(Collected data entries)
=== Begin Enclosure ===

CREATE TABLE `owner_versions` (
	`owner_id` char(36) NOT NULL,
	`version` bigint unsigned NOT NULL DEFAULT 0,
	CONSTRAINT `owner_versions_owner_id` PRIMARY KEY(`owner_id`)
);
--> statement-breakpoint
-- every existing row carries a value of the old global counter: each owner's counter starts above them all
INSERT INTO `owner_versions` (`owner_id`, `version`) SELECT `id`, (SELECT COALESCE(MAX(`version`), 0) FROM `change_versions`) FROM `users`;--> statement-breakpoint
DROP TABLE `change_versions`;--> statement-breakpoint
ALTER TABLE `clubs` ADD `role_changes` int DEFAULT 0 NOT NULL;--> statement-breakpoint
ALTER TABLE `pool_offers` ADD `asks` int DEFAULT 0 NOT NULL;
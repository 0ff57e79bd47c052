import { z } from "zod";
import { verdictInput } from "@/lib/schemas/records";
import { route, uuidParam } from "@/server/http";
import { shareFor } from "@/server/access";
import { noticeVerdict } from "@/server/review";
import { setVerdict } from "@/db/queries/clubs";

const params = z.object({ shareId: uuidParam });

export const PUT = route({ params, body: verdictInput }, async ({ user, params, body }) => {
  const { check } = await shareFor(user, params.shareId, "mentor");
  const share = await setVerdict(params.shareId, user.id, body.verdict);
  await noticeVerdict(check, user.name, body.verdict);
  return { share };
});
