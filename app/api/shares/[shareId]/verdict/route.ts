import { z } from "zod";
import { verdictInput } from "@/lib/schemas/records";
import { answers } from "@/lib/api/contract";
import { route, uuidParam } from "@/server/http";
import { apply } from "@/server/appliers";
import { write } from "@/server/write";
import { getShare, shareToApi } from "@/db/queries/clubs";

const params = z.object({ shareId: uuidParam });

export const PUT = route({ response: answers.share, params, body: verdictInput }, async ({ user, params, body }) => ({
  share: await write(user, async (w) => {
    await apply(w, "verdict.set/1", { shareId: params.shareId, verdict: body.verdict });
    return shareToApi((await getShare(w.tx, params.shareId))!);
  }),
}));
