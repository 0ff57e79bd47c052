ALTER TABLE `uploads` ADD `stored_at` timestamp(3);--> statement-breakpoint
-- rows written before this change were written after their bytes were stored
UPDATE `uploads` SET `stored_at` = `created_at`;
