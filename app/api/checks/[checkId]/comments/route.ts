import { z } from "zod";
import { commentInput } from "@/lib/schemas/records";
import { route, uuidParam } from "@/server/http";
import { readableCheck } from "@/server/access";
import { noticeNewComment } from "@/server/review";
import { addComment, listComments } from "@/db/queries/clubs";

const params = z.object({ checkId: uuidParam });

export const GET = route({ params }, async ({ user, params }) => {
  await readableCheck(user, params.checkId);
  return { items: await listComments(params.checkId) };
});

/** The owner and the mentors of a sharing club comment on the check or on one valve. */
export const POST = route({ params, body: commentInput, status: 201 }, async ({ user, params, body }) => {
  const a = await readableCheck(user, params.checkId);
  const comment = await addComment(params.checkId, user.id, body);
  await noticeNewComment(a.check, user, body.body);
  return { comment: { id: comment.id, checkId: comment.checkId, valve: comment.valve, body: comment.body, createdAt: comment.createdAt, authorId: user.id, authorName: user.name } };
});
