ALTER TABLE `comments` ADD `club_id` char(36);--> statement-breakpoint
ALTER TABLE `comments` ADD CONSTRAINT `comments_club_id_clubs_id_fk` FOREIGN KEY (`club_id`) REFERENCES `clubs`(`id`) ON DELETE set null ON UPDATE no action;--> statement-breakpoint
-- a mentor's earlier comments join the thread of the club through which they wrote them: the
-- earliest share with a club where they are a mentor, else the check's only share; left null
-- (seen by the owner and the author alone) when neither tells
UPDATE `comments` c JOIN `checks` ch ON ch.`id` = c.`check_id` SET c.`club_id` = COALESCE(
	(SELECT s.`club_id` FROM `shares` s JOIN `memberships` m ON m.`club_id` = s.`club_id` AND m.`user_id` = c.`author_id` AND m.`role` = 'mentor' WHERE s.`check_id` = c.`check_id` ORDER BY s.`created_at`, s.`id` LIMIT 1),
	(SELECT MIN(s.`club_id`) FROM `shares` s WHERE s.`check_id` = c.`check_id` HAVING COUNT(*) = 1)
) WHERE c.`author_id` <> ch.`owner_id`;
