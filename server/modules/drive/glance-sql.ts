import { DateTime } from 'luxon';
import { GLANCE_STEPS, STEP_STATUSES, arrivalMoves, type GlanceStep } from '@shared/drive/glance';

/*
 * SQL pieces shared by the drive at a glance and the blanket list it links to, so a figure and the
 * list behind it count with the same words. Every value written into the SQL here is a constant of the
 * code (status names), never input.
 */

const quote = (s: string) => `'${s}'`;
export const sqlList = (xs: readonly string[]) => xs.map(quote).join(', ');

/** The need a blanket counts for: its live assignment's need, or else its pledge's need. */
export const needOfBlanket = (blanketId: string, pledgeId: string) =>
  `COALESCE((SELECT ag.needId FROM assignments ag WHERE ag.blanketId = ${blanketId} AND ag.endedAt IS NULL), (SELECT pl.needId FROM pledges pl WHERE pl.id = ${pledgeId}))`;

/** A history entry (alias `e`) that means its blanket reached this step. */
export function arrivalIn(step: GlanceStep, e = 'e'): string {
  const moves = arrivalMoves(step);
  const logged = moves.filter((m) => m.from === null).map((m) => m.to);
  const moved = moves.filter((m) => m.from !== null).map((m) => `(${e}.fromStatus = ${quote(m.from!)} AND ${e}.toStatus = ${quote(m.to)})`);
  return `((${e}.fromStatus IS NULL AND ${e}.toStatus IN (${sqlList(logged)}))${moved.map((m) => ` OR ${m}`).join('')})`;
}

/**
 * Every (from, to, step) that means reaching a step, as a table to join history entries (alias `e`)
 * to: `m.step` is the step reached. A blanket logged straight into a step has from ''.
 */
export function arrivalJoin(e = 'e'): string {
  const rows = GLANCE_STEPS.flatMap((step) => arrivalMoves(step).map((m) => `(${quote(m.from ?? '')}, ${quote(m.to)}, ${quote(step)})`));
  return `JOIN (SELECT column1 AS fromStatus, column2 AS toStatus, column3 AS step FROM (VALUES ${rows.join(', ')})) m
    ON m.toStatus = ${e}.toStatus AND m.fromStatus = COALESCE(${e}.fromStatus, '')`;
}

/** The step a blanket status belongs to, as SQL over a status column. */
export function stepCase(statusColumn: string): string {
  return `CASE ${GLANCE_STEPS.map((s) => `WHEN ${statusColumn} IN (${sqlList(STEP_STATUSES[s])}) THEN ${quote(s)}`).join(' ')} ELSE NULL END`;
}

/**
 * The UTC day of a stored timestamp. Sequelize keeps times in UTC as text beginning YYYY-MM-DD, so the
 * day is its first ten characters: cheaper than parsing each one with date(), which a count over the
 * whole history would pay for every row.
 */
export const dayOf = (column: string) => `substr(${column}, 1, 10)`;

/** A stretch of time over which the drive's zone keeps one offset from UTC. */
export interface ZoneSpan {
  /** Where the next stretch begins, as stored text ("2026-10-25 01:00:00"); null for the last. */
  untilUtc: string | null;
  offsetMinutes: number;
}

const MINUTE_MS = 60_000;
/** A day in milliseconds, for the ranges of instants whose clock changes a query needs. */
export const DAY_MS = 86_400_000;
const STEP_MS = 7 * DAY_MS;
const stored = (ms: number) => new Date(ms).toISOString().slice(0, 19).replace('T', ' ');

/**
 * The zone's offsets from UTC between two instants, split where they change (a clock change). Steps a
 * week at a time, then finds the changing minute by halving: zones change at most a few times a
 * year, never twice within a week, and each offset asked of luxon costs tens of microseconds.
 */
export function zoneSpans(zone: string, fromMs: number, toMs: number): ZoneSpan[] {
  const offsetAt = (ms: number) => DateTime.fromMillis(ms, { zone }).offset;
  const start = Math.floor(fromMs / MINUTE_MS) * MINUTE_MS;
  const spans: ZoneSpan[] = [];
  let offset = offsetAt(start);
  for (let at = start + STEP_MS; at - STEP_MS < toMs; at += STEP_MS) {
    if (offsetAt(at) === offset) continue;
    let lo = at - STEP_MS; // still the old offset
    let hi = at; // already the new one
    while (hi - lo > MINUTE_MS) {
      const mid = lo + Math.floor((hi - lo) / 2 / MINUTE_MS) * MINUTE_MS;
      if (offsetAt(mid) === offset) lo = mid;
      else hi = mid;
    }
    spans.push({ untilUtc: stored(hi), offsetMinutes: offset });
    offset = offsetAt(hi);
  }
  spans.push({ untilUtc: null, offsetMinutes: offset });
  return spans;
}

const hhmm = (minutes: number) => `${String(Math.floor(minutes / 60)).padStart(2, '0')}:${String(minutes % 60).padStart(2, '0')}`;

/** The local day at one fixed offset: the UTC day, moved a day on or back only near UTC midnight. */
function dayAtOffset(column: string, offsetMinutes: number): string {
  const utcDay = dayOf(column);
  const time = `substr(${column}, 12, 5)`;
  if (offsetMinutes > 0) return `CASE WHEN ${time} >= '${hhmm(1440 - offsetMinutes)}' THEN date(${utcDay}, '+1 day') ELSE ${utcDay} END`;
  if (offsetMinutes < 0) return `CASE WHEN ${time} < '${hhmm(-offsetMinutes)}' THEN date(${utcDay}, '-1 day') ELSE ${utcDay} END`;
  return utcDay;
}

/**
 * The drive's local day of a stored UTC timestamp (decision 0015: days are the drive's), as SQL. A
 * comparison of the time's first five characters per row, and date() only for the rows near UTC
 * midnight that move to the day before or after; the spans come from zoneSpans for the range asked.
 * Times before the first span's range are read at its offset.
 */
export function localDayOf(column: string, spans: ZoneSpan[]): string {
  if (spans.length === 1) return dayAtOffset(column, spans[0]!.offsetMinutes);
  const arms = spans.map((s) => (s.untilUtc === null ? `ELSE ${dayAtOffset(column, s.offsetMinutes)}` : `WHEN ${column} < '${s.untilUtc}' THEN ${dayAtOffset(column, s.offsetMinutes)}`));
  return `CASE ${arms.join(' ')} END`;
}

/** The Monday that starts the drive-local week of a stored timestamp. */
export const weekOfSql = (column: string, spans: ZoneSpan[]) => `date(${localDayOf(column, spans)}, '-6 days', 'weekday 1')`;
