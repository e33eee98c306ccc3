import { GLANCE_STEPS, STEP_STATUSES, arrivalMoves, type GlanceStep } from '@shared/drive/glance';

/*
 * SQL pieces shared by the drive at a glance and the blanket list it links to, so a figure and the
 * list behind it count with the same words. Every value written into the SQL here is a constant of the
 * code (status names), never input.
 */

const quote = (s: string) => `'${s}'`;
export const sqlList = (xs: readonly string[]) => xs.map(quote).join(', ');

/** The need a blanket counts for: its live assignment's need, or else its pledge's need. */
export const needOfBlanket = (blanketId: string, pledgeId: string) =>
  `COALESCE((SELECT ag.needId FROM assignments ag WHERE ag.blanketId = ${blanketId} AND ag.endedAt IS NULL), (SELECT pl.needId FROM pledges pl WHERE pl.id = ${pledgeId}))`;

/** A history entry (alias `e`) that means its blanket reached this step. */
export function arrivalIn(step: GlanceStep, e = 'e'): string {
  const moves = arrivalMoves(step);
  const logged = moves.filter((m) => m.from === null).map((m) => m.to);
  const moved = moves.filter((m) => m.from !== null).map((m) => `(${e}.fromStatus = ${quote(m.from!)} AND ${e}.toStatus = ${quote(m.to)})`);
  return `((${e}.fromStatus IS NULL AND ${e}.toStatus IN (${sqlList(logged)}))${moved.map((m) => ` OR ${m}`).join('')})`;
}

/**
 * Every (from, to, step) that means reaching a step, as a table to join history entries (alias `e`)
 * to: `m.step` is the step reached. A blanket logged straight into a step has from ''.
 */
export function arrivalJoin(e = 'e'): string {
  const rows = GLANCE_STEPS.flatMap((step) => arrivalMoves(step).map((m) => `(${quote(m.from ?? '')}, ${quote(m.to)}, ${quote(step)})`));
  return `JOIN (SELECT column1 AS fromStatus, column2 AS toStatus, column3 AS step FROM (VALUES ${rows.join(', ')})) m
    ON m.toStatus = ${e}.toStatus AND m.fromStatus = COALESCE(${e}.fromStatus, '')`;
}

/** The step a blanket status belongs to, as SQL over a status column. */
export function stepCase(statusColumn: string): string {
  return `CASE ${GLANCE_STEPS.map((s) => `WHEN ${statusColumn} IN (${sqlList(STEP_STATUSES[s])}) THEN ${quote(s)}`).join(' ')} ELSE NULL END`;
}

/**
 * The UTC day of a stored timestamp, and the Monday that starts its week. Sequelize keeps times in
 * UTC as text beginning YYYY-MM-DD, so the day is its first ten characters: cheaper than parsing
 * each one with date(), which a count over the whole history would pay for every row.
 */
export const dayOf = (column: string) => `substr(${column}, 1, 10)`;
export const weekOfSql = (column: string) => `date(${dayOf(column)}, '-6 days', 'weekday 1')`;
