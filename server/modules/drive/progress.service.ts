import { Op, col, fn } from 'sequelize';
import { Blanket } from '../../db/models/blanket';
import { Need } from '../../db/models/need';
import { Recipient } from '../../db/models/recipient';
import type { BlanketStatus } from '@shared/schemas/blanket';
import type { DriveProgress } from '@shared/schemas/pledge';
import { needCounts } from '../pledges/need-counts';
import { keptUntilWrite } from '../../db/kept';
import { driveToday } from '../bookings/drive-clock';

/**
 * The staff home page's charts: per recipient, its open needs' figures summed (the same needs and
 * the same counts as "What's needed" and the recipient pages), and how many blankets stand at each step.
 */
export async function driveProgress(): Promise<DriveProgress> {
  const needs = await Need.findAll({
    attributes: ['id', 'recipientId'],
    where: { deadline: { [Op.gte]: await driveToday() } },
    include: [{ model: Recipient, as: 'recipient', attributes: ['id', 'name'], where: { active: true } }],
    order: [['id', 'ASC']],
  });
  const counts = await needCounts(needs.map((n) => n.id));
  const rows = new Map<number, DriveProgress['recipients'][number]>();
  for (const n of needs) {
    const c = counts.get(n.id);
    if (!c) continue;
    const row = rows.get(n.recipientId) ?? { recipientId: n.recipientId, name: n.recipient!.name, wanted: 0, pledged: 0, finished: 0, inHand: 0, assigned: 0 };
    row.wanted += c.wanted;
    row.pledged += c.pledged;
    row.finished += c.finished;
    row.inHand += c.inHand;
    row.assigned += c.assigned;
    rows.set(n.recipientId, row);
  }
  // Walks every blanket of the drive; kept until anything is written.
  const byStatus = await keptUntilWrite(
    Blanket.sequelize!,
    'blankets-by-status',
    async () =>
      (await Blanket.findAll({
        attributes: ['status', [fn('COUNT', col('id')), 'count']],
        group: ['status'],
        raw: true,
      })) as unknown as Array<{ status: BlanketStatus; count: number }>,
  );
  return {
    recipients: [...rows.values()].sort((a, b) => b.wanted - a.wanted || a.name.localeCompare(b.name)),
    statuses: byStatus.map((r) => ({ status: r.status, count: Number(r.count) })),
  };
}
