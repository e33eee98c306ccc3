import { Drive } from '../../db/models/drive';
import { User } from '../../db/models/user';
import type { RouteDef } from '../route-table';
import type { Config } from '../../config/env';
import type { MapTilesResponse } from '@shared/schemas/map';
import { driveProgress } from './progress.service';
import { driveGlance, glanceWeeks } from './glance.service';
import { validate } from '../../middleware/validate';
import { GlanceWeeksQuerySchema, type GlanceWeeksQuery } from '@shared/schemas/glance';
import { keptJson } from '../../lib/kept-json';

export function driveRoutes(config: Pick<Config, 'tiles'>): RouteDef[] {
  return [
    {
      method: 'get', path: '/api/drive', access: 'public', summary: 'The drive this site runs',
      handlers: [
        async (_req, res) => {
          const drive = await Drive.findOne({ order: [['id', 'ASC']] });
          const volunteers = await User.count({ where: { role: 'volunteer', active: true } });
          res.json({ drive, volunteers });
        },
      ],
    },
    {
      method: 'get', path: '/api/drive/progress', access: ['organiser', 'coordinator'], summary: 'Wanted, pledged, finished, in hand and assigned per recipient; blankets per status',
      handlers: [
        keptJson({ per: 'role' }, async () => ({ progress: await driveProgress() })),
      ],
    },
    {
      method: 'get', path: '/api/drive/glance', access: ['organiser', 'coordinator'], summary: 'The drive at a glance: blankets at each step per open need and per week, needs at risk, blankets waiting longest, next runs and latest exports',
      handlers: [
        async (_req, res) => {
          res.json({ glance: await driveGlance() });
        },
      ],
    },
    {
      method: 'get', path: '/api/drive/glance/weeks', access: ['organiser', 'coordinator'], summary: 'The drive at a glance week by week for one need: blankets pledged for it, and its blankets reaching each step',
      handlers: [
        validate({ query: GlanceWeeksQuerySchema }),
        async (req, res) => {
          const { needId } = req.query as unknown as GlanceWeeksQuery;
          res.json({ weeks: await glanceWeeks(needId) });
        },
      ],
    },
    {
      method: 'get', path: '/api/map', access: 'public', summary: "The maps' tile server and its attribution (TILE_URL), or null for the demo town's own basemap",
      handlers: [
        (_req, res) => {
          const body: MapTilesResponse = { tiles: config.tiles };
          res.json(body);
        },
      ],
    },
    {
      method: 'get', path: '/api/health', access: 'public', summary: 'Liveness check',
      handlers: [(_req, res) => res.json({ ok: true })],
    },
  ];
}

=== End Enclosure ===

| AIM OF THE TASK |
In the entries above, how many lines contain the word "first"? Answer with the number only.

| TASK OUTPUT |
4